Jeff Hunt (jhunt@eagle1.eaglenet.com)
Sun, 17 Nov 96 19:44:21

--- On Sun, 17 Nov 96 19:34:23 EST  John Pike <johnpike@fas.org> wrote:

>                       THE WHITE HOUSE
>                     Office of the Press Secretary
>                            Washington, DC
>For Immediate Release                    November 17,  1996
>
>    STATEMENT BY THE PRESS SECRETARY 
>
>           Reentry of Russian Space Probe
>
>Early this morning, the seven-ton Russian Mars Space Probe failed to
>exit earth orbit enroute to Mars when booster rockets on its fourth stage
>misfired. Bawsed on tracking data developed over the last sixteen hours,
>the U.S. Space Command (SPACECOM) now estimates the spacecraft
>will reenter the Earth's atmosphere just after 8:00 P.M. (EST) tonight,
>with a predicted impact point in east-central Australia. This estimate will
>be refined as the spacecraft's orbit continues to decay and could be
>adjusted . However, the possibility of an impact on the United States is
>assessed by SPACECOM to be very low. 
>
>President Clinton has been in touch this afternoon with Australian Prime
>Minister Howard. Other nationas along the orbit path are being alerted
>and we have been in close contact with the government of Russia.
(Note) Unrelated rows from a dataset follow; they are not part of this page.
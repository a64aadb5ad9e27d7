package main

import (
	"bytes"
	"fmt"
	"io"
	"math"
	"slices"
	"strings"

	"forelay/scenario/evaluate"
)

// report looks slices up by method, source, frequency and group.
type report struct {
	res   *evaluate.Results
	o     options
	by    map[[4]string]*evaluate.Slice
	srcs  []string            // sources in result order, SourceAll last
	freqs map[string][]string // frequencies per source, FreqAll last
}

func newReport(res *evaluate.Results, o options) *report {
	r := &report{res: res, o: o, by: map[[4]string]*evaluate.Slice{}, freqs: map[string][]string{}}
	for i := range res.Slices {
		s := &res.Slices[i]
		r.by[[4]string{s.Method, s.Source, s.Freq, ""}] = s
		if !slices.Contains(r.srcs, s.Source) {
			r.srcs = append(r.srcs, s.Source)
		}
		if !slices.Contains(r.freqs[s.Source], s.Freq) {
			r.freqs[s.Source] = append(r.freqs[s.Source], s.Freq)
		}
	}
	for i := range res.Groups {
		g := &res.Groups[i]
		r.by[[4]string{g.Method, g.Source, g.Freq, g.Group}] = g
	}
	return r
}

func (r *report) slice(method, source, freq string) *evaluate.Slice {
	return r.by[[4]string{method, source, freq, ""}]
}

// writeReport prints every table of the report.
func writeReport(w io.Writer, res *evaluate.Results, o options) error {
	r := newReport(res, o)
	var b bytes.Buffer
	r.header(&b)
	for _, src := range r.srcs {
		r.coverage(&b, src)
	}
	r.byLead(&b, "auto")
	r.mase(&b)
	r.service(&b)
	r.chosen(&b)
	r.groups(&b)
	r.failures(&b)
	_, err := w.Write(b.Bytes())
	return err
}

// section prints a title and a table, then a blank line.
func section(b *bytes.Buffer, title string, t *textTable) {
	fmt.Fprintf(b, "%s\n\n", title)
	t.write(b)
	b.WriteString("\n")
}

func (r *report) header(b *bytes.Buffer) {
	st := r.res.Settings
	fmt.Fprintln(b, "forelay out-of-sample evaluation")
	fmt.Fprintln(b)
	cov := make([]string, len(st.Coverages))
	for i, c := range st.Coverages {
		cov[i] = fmt.Sprintf("%g %%", 100*c)
	}
	leads := make([]string, len(st.Leads))
	for i, l := range st.Leads {
		leads[i] = fmt.Sprint(l)
	}
	fmt.Fprintf(b, "Bands %s at %s; origins every %s periods (H = 12 months, 8 quarters held out),\n",
		st.Bands, strings.Join(cov, " and "), st.Step)
	fmt.Fprintf(b, "at most %d per series, each with at least %d seasons of history; safety stock for\n",
		st.MaxOrigins, st.MinSeasons)
	fmt.Fprintf(b, "a %g %% cycle service level over lead times of %s periods. Synthetic seed %d, %d series\n",
		100*st.Service, strings.Join(leads, " and "), r.o.seed, r.o.reps)
	fmt.Fprintln(b, "per family and frequency.")
	fmt.Fprintln(b)
	t := &textTable{}
	t.add("source", "series", "monthly", "quarterly", "origins", "held-out values")
	for _, src := range r.srcs {
		if src == evaluate.SourceAll {
			continue
		}
		n, mon, qtr, org, vals := 0, 0, 0, 0, 0
		for _, c := range r.res.Cases {
			if c.Source != src {
				continue
			}
			n++
			switch c.Freq {
			case "month":
				mon++
			case "quarter":
				qtr++
			}
			org += len(c.Origins)
			vals += len(c.Origins) * c.Horizon
		}
		t.add(src, fmt.Sprint(n), fmt.Sprint(mon), fmt.Sprint(qtr), fmt.Sprint(org), fmt.Sprint(vals))
	}
	t.write(b)
	b.WriteString("\n")
}

// coverage prints the coverage table of one source.
func (r *report) coverage(b *bytes.Buffer, src string) {
	t := &textTable{}
	head := []string{"method", "origins", "failed"}
	freqs := r.freqs[src]
	for _, nb := range r.res.Settings.Coverages {
		for _, f := range freqs {
			head = append(head, fmt.Sprintf("%g%% %s", 100*nb, abbrev(f)))
		}
		head = append(head, "below/above")
	}
	t.add(head...)
	for _, m := range r.res.Settings.Methods {
		all := r.slice(m, src, evaluate.FreqAll)
		row := []string{m, fmt.Sprint(all.Origins), fmt.Sprint(all.Failed)}
		for i := range r.res.Settings.Coverages {
			for _, f := range freqs {
				bd := r.slice(m, src, f).Bands[i]
				row = append(row, pct(bd.Share, bd.N))
			}
			bd := all.Bands[i]
			row = append(row, pct(ratio(bd.Below, bd.N), bd.N)+"/"+pct(ratio(bd.Above, bd.N), bd.N))
		}
		t.add(row...)
	}
	section(b, fmt.Sprintf("Band coverage, %s data: held-out values inside the band, %% (below/above: outside it, %%, all frequencies)", src), t)
}

func abbrev(freq string) string {
	switch freq {
	case "month":
		return "mon"
	case "quarter":
		return "qtr"
	}
	return freq
}

func ratio(x, n int) float64 {
	if n == 0 {
		return 0
	}
	return float64(x) / float64(n)
}

// byLead prints the coverage of one method per lead time, per source and
// frequency.
func (r *report) byLead(b *bytes.Buffer, method string) {
	var cols []*evaluate.Slice
	head := []string{"lead"}
	maxH := 0
	for _, src := range r.srcs {
		if src == evaluate.SourceAll {
			continue
		}
		for _, f := range r.freqs[src] {
			if f == evaluate.FreqAll {
				continue
			}
			s := r.slice(method, src, f)
			cols = append(cols, s)
			for _, nb := range r.res.Settings.Coverages {
				head = append(head, fmt.Sprintf("%s %s %g%%", src, abbrev(f), 100*nb))
			}
			for _, l := range s.Bands[0].ByLead {
				if l.N > 0 {
					maxH = max(maxH, l.Lead)
				}
			}
		}
	}
	t := &textTable{}
	t.add(head...)
	for k := range maxH {
		row := []string{fmt.Sprint(k + 1)}
		for _, s := range cols {
			for _, bd := range s.Bands {
				l := bd.ByLead[k]
				row = append(row, pct(l.Share, l.N))
			}
		}
		t.add(row...)
	}
	section(b, fmt.Sprintf("Band coverage of %s by lead time, %%", method), t)
}

// mase prints mean MASE per method, source and frequency, then the
// comparison of auto with seasonal-naive and the best single method.
func (r *report) mase(b *bytes.Buffer) {
	t := &textTable{}
	head := []string{"method"}
	type col struct{ src, freq string }
	var cols []col
	for _, src := range r.srcs {
		for _, f := range r.freqs[src] {
			cols = append(cols, col{src, f})
			head = append(head, src+" "+abbrev(f))
		}
	}
	t.add(head...)
	for _, m := range r.res.Settings.Methods {
		row := []string{m}
		for _, c := range cols {
			s := r.slice(m, c.src, c.freq)
			cell := num3(s.MASE, s.MASEOrigins)
			if s.Failed > 0 && s.MASEOrigins > 0 {
				cell = "*" + cell
			}
			row = append(row, cell)
		}
		t.add(row...)
	}
	section(b, "Mean MASE of the H-step forecasts over origins (* the method could not be fitted at some origins)", t)

	t = &textTable{}
	t.add("source", "freq", "origins", "auto", "seasonal-naive", "best single method", "its MASE", "auto/snaive", "auto/best")
	for _, a := range r.res.Accuracy {
		best, rel := "-", "-"
		if a.Candidates > 0 {
			best = a.Best
			rel = fmt.Sprintf("%.3f", a.Auto/a.BestMASE)
		}
		t.add(a.Source, a.Freq, fmt.Sprint(a.Origins), fmt.Sprintf("%.3f", a.Auto), fmt.Sprintf("%.3f", a.SeasonalNaive),
			best, num3(a.BestMASE, a.Candidates), fmt.Sprintf("%.3f", a.Auto/a.SeasonalNaive), rel)
	}
	section(b, "Mean MASE: auto against seasonal-naive and the best single method (lowest mean MASE among the methods fitted at every origin)", t)
}

// service prints the realised service of the safety stock.
func (r *report) service(b *bytes.Buffer) {
	t := &textTable{}
	head := []string{"method"}
	for _, src := range r.srcs {
		for _, l := range r.res.Settings.Leads {
			head = append(head, fmt.Sprintf("%s L=%d", src, l))
		}
	}
	t.add(head...)
	for _, m := range r.res.Settings.Methods {
		row := []string{m}
		for _, src := range r.srcs {
			for _, sv := range r.slice(m, src, evaluate.FreqAll).Service {
				row = append(row, pct(sv.Share, sv.N))
			}
		}
		t.add(row...)
	}
	section(b, fmt.Sprintf("Realised service of a %g %% safety stock: origins whose demand over the first L held-out periods was covered, %%",
		100*r.res.Settings.Service), t)
}

// chosen prints how often auto chose each method.
func (r *report) chosen(b *bytes.Buffer) {
	var cols []*evaluate.Slice
	head := []string{"method"}
	for _, src := range r.srcs {
		for _, f := range r.freqs[src] {
			if f == evaluate.FreqAll && src != evaluate.SourceAll {
				continue
			}
			head = append(head, src+" "+abbrev(f))
			cols = append(cols, r.slice("auto", src, f))
		}
	}
	t := &textTable{}
	t.add(head...)
	for _, m := range r.res.Settings.Methods {
		row, any := []string{m}, false
		for _, s := range cols {
			n := 0
			for _, c := range s.Chosen {
				if c.Method == m {
					n = c.Count
				}
			}
			any = any || n > 0
			row = append(row, fmt.Sprint(n))
		}
		if any {
			t.add(row...)
		}
	}
	section(b, "Methods auto chose (origins)", t)
}

// groups prints auto against seasonal-naive and the best method per open
// series and synthetic family.
func (r *report) groups(b *bytes.Buffer) {
	t := &textTable{}
	cov := r.res.Settings.Coverages
	head := []string{"series or family", "source", "freq", "origins"}
	for _, nb := range cov {
		head = append(head, fmt.Sprintf("auto %g%%", 100*nb))
	}
	head = append(head, "auto MASE", "snaive MASE", "best method", "its MASE")
	t.add(head...)
	for _, auto := range r.res.Groups {
		if auto.Method != "auto" {
			continue
		}
		key := func(m string) *evaluate.Slice { return r.by[[4]string{m, auto.Source, auto.Freq, auto.Group}] }
		sn := key("seasonal-naive")
		best, bestMASE := "-", math.Inf(1)
		for _, m := range r.res.Settings.Methods {
			g := key(m)
			if m == "auto" || g.Failed > 0 || g.Origins == 0 || g.MASEOrigins != g.Origins {
				continue
			}
			if g.MASE < bestMASE {
				best, bestMASE = m, g.MASE
			}
		}
		row := []string{auto.Group, auto.Source, auto.Freq, fmt.Sprint(auto.Origins + auto.Failed)}
		for _, bd := range auto.Bands {
			row = append(row, pct(bd.Share, bd.N))
		}
		bm := "-"
		if best != "-" {
			bm = fmt.Sprintf("%.3f", bestMASE)
		}
		row = append(row, num3(auto.MASE, auto.MASEOrigins), num3(sn.MASE, sn.MASEOrigins), best, bm)
		t.add(row...)
	}
	section(b, "Per open series and synthetic family: auto's coverage and MASE, seasonal-naive and the best method there", t)
}

// failures prints, per method, how many fits failed and one reason.
func (r *report) failures(b *bytes.Buffer) {
	t := &textTable{}
	t.add("method", "series", "origins", "first error")
	for _, m := range r.res.Settings.Methods {
		series, origins, first := 0, 0, ""
		for _, f := range r.res.Failures {
			if f.Method != m {
				continue
			}
			if first == "" {
				first = f.Error
			}
			series++
			origins += f.Origins
		}
		if series > 0 {
			t.add(m, fmt.Sprint(series), fmt.Sprint(origins), first)
		}
	}
	if len(t.rows) == 1 {
		b.WriteString("Every method was fitted at every origin.\n")
		return
	}
	section(b, "Fits that failed", t)
}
The
>Vice President, the Chief of Staff and the National Security Council have
>also coordinated throughout the day with the appropriate domestic
>agencies, including FEMA, NASA and the Department of Energy. 
>
>SPACECOM believes the size of the probe is large enough to give
>pieces of it a chance of surviving reentry, though most of the spacecraft
>will burn up in the atmosphere before impacting the earth. The spacecraft
>also carries onboard its Mars robotic landing vehicles four small
>radioactive plutonium-power energy generators, or "batteries." Russian
>space authorities have informed NASA that these "batteries" will survive
>reentry and not break-up upon Earth impact. In short, Russian space
>authorities believe there is no danger of nuclear contamination.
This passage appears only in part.